To Boost Bellevue Residents' Response to Public Health Surveys, UB Researchers Sponsor Educational Sessions

Release Date: April 14, 2004 This content is archived.


BUFFALO, N.Y. -- For years, residents living in the Bellevue section of Cheektowaga have wondered if something in their environment contributes to an increased incidence of disease in their neighborhood.

University at Buffalo researchers, working with the New York State Department of Health, hope finally to be able to answer that question by year's end, but first they say they need more residents to fill out and return to them important 10-page surveys.

Residents who have not yet completed the surveys will have a chance to get new copies, fill them out and ask questions of the survey's coordinators from noon to 5 p.m. on April 17, 9 a.m. to 2 p.m. on April 18, and noon to 5 p.m. on April 24 in the auditorium of the Resurrection Church, 130 Como Park Blvd., Cheektowaga.

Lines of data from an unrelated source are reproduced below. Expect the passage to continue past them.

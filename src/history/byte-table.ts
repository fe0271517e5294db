/**
 * Distinct byte strings with dense ids, in order of first appearance: an open-addressing table over one arena.
 */
import type { Names } from './columns.js'
import { decodeUtf8 } from './utf8.js'

export class ByteTable implements Names {
  #arena = new Uint8Array(1 << 12)
  #used = 0
  /** id → where its bytes begin; one more entry marks the end of the last */
  #offset = new Uint32Array(1 << 8)
  #hash = new Uint32Array(1 << 8)
  /** slot → id + 1, 0 where empty; kept under half full */
  #slots = new Int32Array(1 << 9)
  #size = 0
  /** seeded, so that no input can be made to collide on purpose */
  readonly #seed = (Math.random() * 0xffffffff) >>> 0

  get size(): number {
    return this.#size
  }

  /** The id of these bytes, a new one when they are new. */
  intern(bytes: Uint8Array, from: number, to: number): number {
    let hash = this.#seed ^ (to - from)
    let at = from
    for (const whole = to - 3; at < whole; at += 4) {
      const word = bytes[at] | (bytes[at + 1] << 8) | (bytes[at + 2] << 16) | (bytes[at + 3] << 24)
      hash = Math.imul(hash ^ word, 0x9e3779b1)
      hash ^= hash >>> 15
    }
    for (; at < to; at++) hash = Math.imul(hash ^ bytes[at], 0x01000193)
    hash = Math.imul(hash ^ (hash >>> 16), 0x85ebca6b)
    hash = (hash ^ (hash >>> 13)) >>> 0
    const slots = this.#slots
    const mask = slots.length - 1
    let slot = hash & mask
    for (let entry = slots[slot]; entry !== 0; entry = slots[slot]) {
      if (this.#hash[entry - 1] === hash && this.#isEqual(entry - 1, bytes, from, to)) return entry - 1
      slot = (slot + 1) & mask
    }
    return this.#add(bytes, from, to, hash, slot)
  }

  name(id: number): string {
    return decodeUtf8(this.#arena, this.#offset[id], this.#offset[id + 1])
  }

  find(name: string): number {
    for (let id = 0; id < this.#size; id++) if (this.name(id) === name) return id
    return -1
  }

  #isEqual(id: number, bytes: Uint8Array, from: number, to: number): boolean {
    let at = this.#offset[id]
    if (this.#offset[id + 1] - at !== to - from) return false
    const arena = this.#arena
    for (let i = from; i < to; i++) if (arena[at++] !== bytes[i]) return false
    return true
  }

  #add(bytes: Uint8Array, from: number, to: number, hash: number, slot: number): number {
    const id = this.#size++
    const length = to - from
    if (this.#used + length > this.#arena.length) {
      const larger = new Uint8Array(Math.max(this.#arena.length * 2, this.#used + length))
      larger.set(this.#arena)
      this.#arena = larger
    }
    if (id + 1 >= this.#offset.length) {
      this.#offset = grown(this.#offset)
      this.#hash = grown(this.#hash)
    }
    this.#arena.set(bytes.subarray(from, to), this.#used)
    this.#used += length
    this.#offset[id + 1] = this.#used
    this.#hash[id] = hash
    this.#slots[slot] = id + 1
    if (this.#size * 2 > this.#slots.length) this.#rehash()
    return id
  }

  #rehash(): void {
    const slots = new Int32Array(this.#slots.length * 2)
    const mask = slots.length - 1
    for (let id = 0; id < this.#size; id++) {
      let slot = this.#hash[id] & mask
      while (slots[slot] !== 0) slot = (slot + 1) & mask
      slots[slot] = id + 1
    }
    this.#slots = slots
  }
}

function grown(old: Uint32Array): Uint32Array<ArrayBuffer> {
  const larger = new Uint32Array(old.length * 2)
  larger.set(old)
  return larger
}
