/**
 * Grows the columns of a history, record by record. Knows nothing of JSON; refuses nothing.
 */
import { ByteTable } from './byte-table.js'
import { type History, type InputFile, type Mark, NO_VALUE, UNSURE, type Warning } from './columns.js'
import { type Instant, TimesBuilder } from './times.js'
import { ValueTable } from './values.js'

/** One operation, filled in anew for each record. Ids as in History. */
export interface OperationRow {
  client: number
  /** host id, or -1 for none named */
  host: number
  key: number
  kind: number
  outcome: number
  applied: number
  value: number
  extra: number
  saw: number
  readonly start: Instant
  readonly end: Instant
  hasEnd: boolean
  line: number
}

export class HistoryBuilder {
  readonly clients = new ByteTable()
  readonly hosts = new ByteTable()
  readonly keys = new ByteTable()
  readonly values = new ValueTable()
  readonly times = new TimesBuilder()
  readonly files: InputFile[] = []
  readonly marks: Mark[] = []
  readonly warnings: Warning[] = []
  count = 0
  client = new Int32Array(1024)
  host = new Int32Array(1024)
  key = new Int32Array(1024)
  kind = new Uint8Array(1024)
  outcome = new Uint8Array(1024)
  applied = new Uint8Array(1024)
  value = new Int32Array(1024)
  extra = new Int32Array(1024)
  hasEnd = new Uint8Array(1024)
  line = new Uint32Array(1024)
  saw: Int32Array | undefined
  closeLine: Uint32Array | undefined
  closeFile: Int32Array | undefined

  /** Adds an operation and returns its index. */
  push(row: OperationRow): number {
    const i = this.count
    if (i === this.client.length) this.#grow()
    this.count++
    this.client[i] = row.client
    this.host[i] = row.host >= 0 ? row.host : -1 - row.client
    this.key[i] = row.key
    this.kind[i] = row.kind
    this.outcome[i] = row.outcome
    this.applied[i] = row.applied
    this.value[i] = row.value
    this.extra[i] = row.extra
    this.hasEnd[i] = row.hasEnd ? 1 : 0
    this.line[i] = row.line
    if (row.saw !== NO_VALUE) this.setSaw(i, row.saw)
    this.times.push(row.start, row.hasEnd ? row.end : row.start)
    return i
  }

  setSaw(i: number, value: number): void {
    this.saw ??= new Int32Array(this.client.length).fill(NO_VALUE)
    this.saw[i] = value
  }

  /** Notes where the closing half of operation `i` stands. */
  setClose(i: number, file: number, line: number, fileOfOpen: number): void {
    this.closeLine ??= new Uint32Array(this.client.length)
    this.closeLine[i] = line
    if (file !== fileOfOpen && !this.closeFile) {
      this.closeFile = new Int32Array(this.client.length).fill(-1)
    }
    if (this.closeFile) this.closeFile[i] = file
  }

  #grow(): void {
    const size = this.client.length * 2
    this.client = longer(this.client, new Int32Array(size))
    this.host = longer(this.host, new Int32Array(size))
    this.key = longer(this.key, new Int32Array(size))
    this.kind = longer(this.kind, new Uint8Array(size))
    this.outcome = longer(this.outcome, new Uint8Array(size))
    this.applied = longer(this.applied, new Uint8Array(size))
    this.value = longer(this.value, new Int32Array(size))
    this.extra = longer(this.extra, new Int32Array(size))
    this.hasEnd = longer(this.hasEnd, new Uint8Array(size))
    this.line = longer(this.line, new Uint32Array(size))
    if (this.saw) this.saw = longer(this.saw, new Int32Array(size).fill(NO_VALUE))
    if (this.closeLine) this.closeLine = longer(this.closeLine, new Uint32Array(size))
    if (this.closeFile) this.closeFile = longer(this.closeFile, new Int32Array(size).fill(-1))
  }

  /** The finished history. An operation that never closed must be unsure by now. */
  finish(facts: Pick<History, 'title' | 'clockErrorNs' | 'initial' | 'initialUnknown'>): History {
    return {
      count: this.count,
      client: this.client,
      host: this.host,
      key: this.key,
      kind: this.kind,
      outcome: this.outcome,
      applied: this.applied,
      value: this.value,
      extra: this.extra,
      saw: this.saw,
      times: this.times,
      hasEnd: this.hasEnd,
      line: this.line,
      closeLine: this.closeLine,
      closeFile: this.closeFile,
      clients: this.clients,
      hosts: this.hosts,
      keys: this.keys,
      values: this.values,
      files: this.files,
      marks: this.marks,
      warnings: this.warnings,
      ...facts,
    }
  }
}

/** A row to fill in. */
export function emptyRow(): OperationRow {
  return {
    client: 0,
    host: -1,
    key: 0,
    kind: 0,
    outcome: UNSURE,
    applied: 1,
    value: NO_VALUE,
    extra: NO_VALUE,
    saw: NO_VALUE,
    start: { seconds: 0, nanos: 0 },
    end: { seconds: 0, nanos: 0 },
    hasEnd: false,
    line: 0,
  }
}

function longer<A extends Int32Array | Uint8Array | Uint32Array>(old: A, larger: A): A {
  larger.set(old)
  return larger
}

"We're at a critical final phase now in conducting this health study," said Joseph Gardella, Ph.D., professor of chemistry and associate dean in the University at Buffalo College of Arts and Sciences, who is the principal investigator on the survey project.

"It is vital that as many residents as possible respond to the public health survey," he said.

Residents of the neighborhood, located near three landfills and a stone quarry, have been concerned about what they believe is a high incidence of autoimmune and respiratory diseases due to environmental hazards.

While previous studies conducted by the state health department in ZIP codes that include the neighborhood were inconclusive, residents have continued to call for additional, more geographically specific studies.

"Because this UB study was designed with major input from the community, it can best respond to the residents' concerns," said Gardella.

The UB survey, he added, will be valid only if at least 30-40 percent of the residents respond.

"The number of responses received so far has been insufficient," said Christine Brinkhus, a doctoral candidate in the UB Department of Anthropology in the College of Arts and Sciences, who is the public participation specialist on the project.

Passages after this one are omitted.